Two lines in the listing below mark the span: one contains "from foretell.errors import UsageError" and one contains "of the participants'". Reproduce both of them and everything between, exactly.

______________________________

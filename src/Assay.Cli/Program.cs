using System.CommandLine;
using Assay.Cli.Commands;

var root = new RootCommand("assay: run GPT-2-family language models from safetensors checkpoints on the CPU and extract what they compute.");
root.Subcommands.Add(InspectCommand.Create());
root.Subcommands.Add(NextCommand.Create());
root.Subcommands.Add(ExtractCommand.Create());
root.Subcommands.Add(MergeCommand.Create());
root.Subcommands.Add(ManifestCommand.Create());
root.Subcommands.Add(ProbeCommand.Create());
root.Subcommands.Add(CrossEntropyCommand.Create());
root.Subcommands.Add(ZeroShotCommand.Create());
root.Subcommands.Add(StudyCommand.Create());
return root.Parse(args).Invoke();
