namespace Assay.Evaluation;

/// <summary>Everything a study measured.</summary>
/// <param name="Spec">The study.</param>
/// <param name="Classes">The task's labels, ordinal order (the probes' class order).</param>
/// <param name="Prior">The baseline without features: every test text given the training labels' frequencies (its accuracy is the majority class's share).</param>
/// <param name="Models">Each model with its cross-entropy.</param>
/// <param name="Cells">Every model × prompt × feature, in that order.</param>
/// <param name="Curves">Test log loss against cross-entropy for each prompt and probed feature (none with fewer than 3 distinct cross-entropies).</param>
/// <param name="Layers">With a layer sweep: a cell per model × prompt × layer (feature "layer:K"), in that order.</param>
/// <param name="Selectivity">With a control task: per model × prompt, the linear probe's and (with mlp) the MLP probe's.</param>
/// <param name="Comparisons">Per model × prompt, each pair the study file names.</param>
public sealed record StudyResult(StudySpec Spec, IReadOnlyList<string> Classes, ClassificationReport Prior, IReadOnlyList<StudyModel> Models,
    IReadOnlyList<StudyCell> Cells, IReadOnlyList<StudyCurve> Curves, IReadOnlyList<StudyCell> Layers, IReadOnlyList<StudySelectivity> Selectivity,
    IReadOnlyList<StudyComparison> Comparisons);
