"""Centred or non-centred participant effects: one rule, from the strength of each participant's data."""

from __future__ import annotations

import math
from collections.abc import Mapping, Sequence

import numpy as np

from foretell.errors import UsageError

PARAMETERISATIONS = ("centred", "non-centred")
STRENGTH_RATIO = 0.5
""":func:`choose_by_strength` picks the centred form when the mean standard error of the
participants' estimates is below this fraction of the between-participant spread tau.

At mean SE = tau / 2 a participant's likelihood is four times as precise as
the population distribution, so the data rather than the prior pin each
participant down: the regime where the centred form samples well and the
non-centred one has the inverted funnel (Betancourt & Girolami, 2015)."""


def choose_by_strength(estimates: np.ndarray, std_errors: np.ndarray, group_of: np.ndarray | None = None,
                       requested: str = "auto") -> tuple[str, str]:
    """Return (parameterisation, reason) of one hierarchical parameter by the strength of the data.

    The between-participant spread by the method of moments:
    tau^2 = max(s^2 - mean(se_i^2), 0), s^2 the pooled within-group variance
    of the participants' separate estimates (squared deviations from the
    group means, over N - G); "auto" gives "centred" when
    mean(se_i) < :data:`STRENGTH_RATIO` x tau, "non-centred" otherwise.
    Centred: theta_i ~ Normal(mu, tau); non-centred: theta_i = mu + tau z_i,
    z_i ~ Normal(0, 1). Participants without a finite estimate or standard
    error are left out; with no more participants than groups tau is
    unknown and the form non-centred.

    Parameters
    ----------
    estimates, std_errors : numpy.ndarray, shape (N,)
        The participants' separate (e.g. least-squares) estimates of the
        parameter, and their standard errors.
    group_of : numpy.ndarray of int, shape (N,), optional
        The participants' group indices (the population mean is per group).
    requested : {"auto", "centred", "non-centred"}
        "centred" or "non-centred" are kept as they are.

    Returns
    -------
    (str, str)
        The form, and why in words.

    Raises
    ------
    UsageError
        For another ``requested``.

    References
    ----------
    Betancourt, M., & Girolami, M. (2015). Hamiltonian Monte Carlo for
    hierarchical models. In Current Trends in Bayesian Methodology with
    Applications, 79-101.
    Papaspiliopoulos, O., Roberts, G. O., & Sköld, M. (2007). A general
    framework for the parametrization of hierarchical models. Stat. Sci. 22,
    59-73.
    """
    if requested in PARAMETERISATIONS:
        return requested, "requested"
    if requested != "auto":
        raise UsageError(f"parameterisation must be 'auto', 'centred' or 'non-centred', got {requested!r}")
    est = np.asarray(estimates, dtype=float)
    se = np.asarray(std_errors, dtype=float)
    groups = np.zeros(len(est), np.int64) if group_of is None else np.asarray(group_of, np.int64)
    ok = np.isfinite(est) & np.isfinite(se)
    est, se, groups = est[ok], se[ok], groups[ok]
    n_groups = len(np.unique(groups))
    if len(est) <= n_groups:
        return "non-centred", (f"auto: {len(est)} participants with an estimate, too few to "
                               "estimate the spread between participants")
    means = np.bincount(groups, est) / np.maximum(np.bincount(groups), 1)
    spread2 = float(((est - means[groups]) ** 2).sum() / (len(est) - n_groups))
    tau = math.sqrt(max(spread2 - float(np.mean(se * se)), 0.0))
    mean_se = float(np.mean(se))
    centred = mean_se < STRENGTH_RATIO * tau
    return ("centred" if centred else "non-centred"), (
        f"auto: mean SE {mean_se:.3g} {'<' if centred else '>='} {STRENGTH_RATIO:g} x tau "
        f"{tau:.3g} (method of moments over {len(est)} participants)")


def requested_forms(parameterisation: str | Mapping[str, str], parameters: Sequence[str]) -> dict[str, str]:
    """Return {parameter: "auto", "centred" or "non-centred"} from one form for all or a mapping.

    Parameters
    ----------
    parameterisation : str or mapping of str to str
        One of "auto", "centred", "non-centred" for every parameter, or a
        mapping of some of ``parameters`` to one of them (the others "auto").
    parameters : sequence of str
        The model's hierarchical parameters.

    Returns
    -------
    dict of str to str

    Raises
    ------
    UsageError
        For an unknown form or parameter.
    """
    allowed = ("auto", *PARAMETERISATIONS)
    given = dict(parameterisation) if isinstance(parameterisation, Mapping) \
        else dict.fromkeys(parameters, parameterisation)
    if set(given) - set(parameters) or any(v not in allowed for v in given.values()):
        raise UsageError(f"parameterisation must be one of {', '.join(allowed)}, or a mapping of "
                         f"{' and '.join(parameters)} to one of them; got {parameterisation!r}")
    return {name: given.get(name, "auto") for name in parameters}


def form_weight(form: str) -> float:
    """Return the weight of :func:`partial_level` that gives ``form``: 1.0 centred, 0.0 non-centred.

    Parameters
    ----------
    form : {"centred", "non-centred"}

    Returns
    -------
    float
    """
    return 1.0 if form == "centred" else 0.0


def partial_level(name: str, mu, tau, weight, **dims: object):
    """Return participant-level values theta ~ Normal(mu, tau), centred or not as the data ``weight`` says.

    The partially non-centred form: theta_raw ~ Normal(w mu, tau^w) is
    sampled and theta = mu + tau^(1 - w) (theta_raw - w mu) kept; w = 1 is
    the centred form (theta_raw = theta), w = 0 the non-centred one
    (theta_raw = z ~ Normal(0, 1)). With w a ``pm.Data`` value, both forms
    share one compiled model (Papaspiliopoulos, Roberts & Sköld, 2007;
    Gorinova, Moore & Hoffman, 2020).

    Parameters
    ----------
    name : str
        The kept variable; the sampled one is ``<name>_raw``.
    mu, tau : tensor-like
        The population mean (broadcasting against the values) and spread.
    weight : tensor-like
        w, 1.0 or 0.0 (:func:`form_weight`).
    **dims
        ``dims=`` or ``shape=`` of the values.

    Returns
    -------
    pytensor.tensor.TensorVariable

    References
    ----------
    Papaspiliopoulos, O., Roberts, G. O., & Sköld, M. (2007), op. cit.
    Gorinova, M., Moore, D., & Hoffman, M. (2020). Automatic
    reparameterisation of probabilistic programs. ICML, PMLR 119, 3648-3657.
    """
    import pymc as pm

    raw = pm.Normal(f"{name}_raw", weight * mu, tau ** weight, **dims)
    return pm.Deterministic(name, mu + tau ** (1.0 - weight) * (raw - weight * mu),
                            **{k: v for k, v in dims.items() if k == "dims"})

______________________________

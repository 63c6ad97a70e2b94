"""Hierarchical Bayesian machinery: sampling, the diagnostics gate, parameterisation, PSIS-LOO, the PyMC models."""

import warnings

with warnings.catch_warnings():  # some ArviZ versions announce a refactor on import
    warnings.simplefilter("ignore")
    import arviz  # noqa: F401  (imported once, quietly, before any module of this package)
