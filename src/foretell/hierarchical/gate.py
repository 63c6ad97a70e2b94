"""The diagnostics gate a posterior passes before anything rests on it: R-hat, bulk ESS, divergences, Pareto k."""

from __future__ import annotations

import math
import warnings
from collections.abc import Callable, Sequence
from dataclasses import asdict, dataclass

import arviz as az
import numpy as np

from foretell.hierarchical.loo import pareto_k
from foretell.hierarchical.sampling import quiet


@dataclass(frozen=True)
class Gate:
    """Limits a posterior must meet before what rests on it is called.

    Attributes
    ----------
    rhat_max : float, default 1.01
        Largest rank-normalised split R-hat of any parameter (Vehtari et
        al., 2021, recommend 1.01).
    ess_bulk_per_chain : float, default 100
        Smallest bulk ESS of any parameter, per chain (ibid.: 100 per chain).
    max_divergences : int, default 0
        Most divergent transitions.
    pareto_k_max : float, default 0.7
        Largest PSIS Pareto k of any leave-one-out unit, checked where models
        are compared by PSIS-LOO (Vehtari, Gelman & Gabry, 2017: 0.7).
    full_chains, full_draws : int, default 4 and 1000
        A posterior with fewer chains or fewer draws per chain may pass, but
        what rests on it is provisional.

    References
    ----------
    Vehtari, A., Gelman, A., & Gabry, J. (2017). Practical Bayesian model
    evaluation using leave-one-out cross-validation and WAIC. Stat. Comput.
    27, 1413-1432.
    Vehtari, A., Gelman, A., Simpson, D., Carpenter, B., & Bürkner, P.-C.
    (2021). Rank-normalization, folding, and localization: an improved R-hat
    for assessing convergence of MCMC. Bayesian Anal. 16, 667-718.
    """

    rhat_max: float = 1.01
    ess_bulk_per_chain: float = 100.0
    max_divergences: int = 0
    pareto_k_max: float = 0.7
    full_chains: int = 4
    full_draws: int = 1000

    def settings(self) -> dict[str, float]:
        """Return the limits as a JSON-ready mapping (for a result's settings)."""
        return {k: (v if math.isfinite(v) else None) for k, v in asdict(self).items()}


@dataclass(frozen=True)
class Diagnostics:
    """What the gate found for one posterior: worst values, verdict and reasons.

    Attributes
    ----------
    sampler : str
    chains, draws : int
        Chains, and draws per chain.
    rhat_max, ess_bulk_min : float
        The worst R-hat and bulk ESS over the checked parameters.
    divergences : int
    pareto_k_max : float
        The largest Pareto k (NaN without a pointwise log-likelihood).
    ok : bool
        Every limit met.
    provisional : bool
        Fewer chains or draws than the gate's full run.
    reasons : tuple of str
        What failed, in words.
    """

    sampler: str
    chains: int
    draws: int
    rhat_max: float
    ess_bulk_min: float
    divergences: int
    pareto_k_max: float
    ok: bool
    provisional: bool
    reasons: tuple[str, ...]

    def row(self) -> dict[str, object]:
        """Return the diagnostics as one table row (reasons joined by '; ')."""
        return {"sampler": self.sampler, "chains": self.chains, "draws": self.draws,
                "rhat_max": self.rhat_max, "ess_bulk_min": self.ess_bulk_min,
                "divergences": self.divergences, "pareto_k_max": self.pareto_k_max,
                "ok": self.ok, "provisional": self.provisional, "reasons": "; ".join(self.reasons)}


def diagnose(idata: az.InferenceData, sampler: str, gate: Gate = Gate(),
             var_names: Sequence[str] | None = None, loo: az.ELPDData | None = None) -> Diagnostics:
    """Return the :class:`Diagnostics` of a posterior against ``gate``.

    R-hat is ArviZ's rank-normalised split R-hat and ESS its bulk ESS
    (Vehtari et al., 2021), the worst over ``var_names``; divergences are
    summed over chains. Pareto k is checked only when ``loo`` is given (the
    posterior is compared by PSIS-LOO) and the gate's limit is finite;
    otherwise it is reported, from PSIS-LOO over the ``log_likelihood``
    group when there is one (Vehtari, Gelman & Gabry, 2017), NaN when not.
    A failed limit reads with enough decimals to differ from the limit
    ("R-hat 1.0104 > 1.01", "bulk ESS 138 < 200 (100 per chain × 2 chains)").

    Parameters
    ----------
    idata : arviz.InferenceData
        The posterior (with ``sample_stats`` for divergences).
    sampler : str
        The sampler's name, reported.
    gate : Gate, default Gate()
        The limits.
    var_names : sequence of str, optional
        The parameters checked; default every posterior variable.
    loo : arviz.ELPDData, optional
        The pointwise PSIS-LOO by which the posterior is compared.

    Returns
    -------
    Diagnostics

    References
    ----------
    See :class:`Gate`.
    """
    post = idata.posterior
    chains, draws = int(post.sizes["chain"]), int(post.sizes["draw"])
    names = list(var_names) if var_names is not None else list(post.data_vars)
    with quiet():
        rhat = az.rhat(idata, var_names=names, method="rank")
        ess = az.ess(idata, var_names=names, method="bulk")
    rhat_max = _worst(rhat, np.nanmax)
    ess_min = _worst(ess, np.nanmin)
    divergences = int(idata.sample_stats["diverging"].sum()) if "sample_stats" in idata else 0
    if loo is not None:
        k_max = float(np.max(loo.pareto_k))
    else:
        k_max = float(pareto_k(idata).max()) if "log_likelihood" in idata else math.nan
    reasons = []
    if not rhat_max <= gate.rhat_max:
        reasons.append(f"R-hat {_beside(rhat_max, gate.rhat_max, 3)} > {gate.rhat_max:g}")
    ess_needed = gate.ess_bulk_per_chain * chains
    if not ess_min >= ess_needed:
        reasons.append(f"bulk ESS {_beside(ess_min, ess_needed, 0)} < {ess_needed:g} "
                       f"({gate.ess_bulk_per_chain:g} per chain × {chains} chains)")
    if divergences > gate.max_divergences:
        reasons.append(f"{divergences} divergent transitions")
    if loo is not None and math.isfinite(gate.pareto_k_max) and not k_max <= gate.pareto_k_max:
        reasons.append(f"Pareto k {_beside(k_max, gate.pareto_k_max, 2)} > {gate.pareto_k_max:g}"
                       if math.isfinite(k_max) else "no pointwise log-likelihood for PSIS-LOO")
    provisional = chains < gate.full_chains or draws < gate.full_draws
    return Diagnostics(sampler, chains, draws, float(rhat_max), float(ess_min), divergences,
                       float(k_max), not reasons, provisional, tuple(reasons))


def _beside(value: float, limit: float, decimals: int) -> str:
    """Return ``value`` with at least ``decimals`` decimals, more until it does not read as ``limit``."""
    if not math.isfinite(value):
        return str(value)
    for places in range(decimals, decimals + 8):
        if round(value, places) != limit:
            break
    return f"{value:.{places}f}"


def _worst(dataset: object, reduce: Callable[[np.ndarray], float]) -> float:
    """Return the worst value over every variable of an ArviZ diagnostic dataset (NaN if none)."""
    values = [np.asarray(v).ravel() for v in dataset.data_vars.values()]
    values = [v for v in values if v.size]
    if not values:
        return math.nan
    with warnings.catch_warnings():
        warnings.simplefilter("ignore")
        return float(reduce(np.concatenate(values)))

______________________________

> [Task output]:
from foretell.errors import UsageError

PARAMETERISATIONS = ("centred", "non-centred")
STRENGTH_RATIO = 0.5
""":func:`choose_by_strength` picks the centred form when the mean standard error of the
participants' estimates is below this fraction of the between-participant spread tau.

At mean SE = tau / 2 a participant's likelihood is four times as precise as
the population distribution, so the data rather than the prior pin each
participant down: the regime where the centred form samples well and the
non-centred one has the inverted funnel (Betancourt & Girolami, 2015)."""


def choose_by_strength(estimates: np.ndarray, std_errors: np.ndarray, group_of: np.ndarray | None = None,
                       requested: str = "auto") -> tuple[str, str]:
    """Return (parameterisation, reason) of one hierarchical parameter by the strength of the data.

    The between-participant spread by the method of moments:
    tau^2 = max(s^2 - mean(se_i^2), 0), s^2 the pooled within-group variance
    of the participants' separate estimates (squared deviations from the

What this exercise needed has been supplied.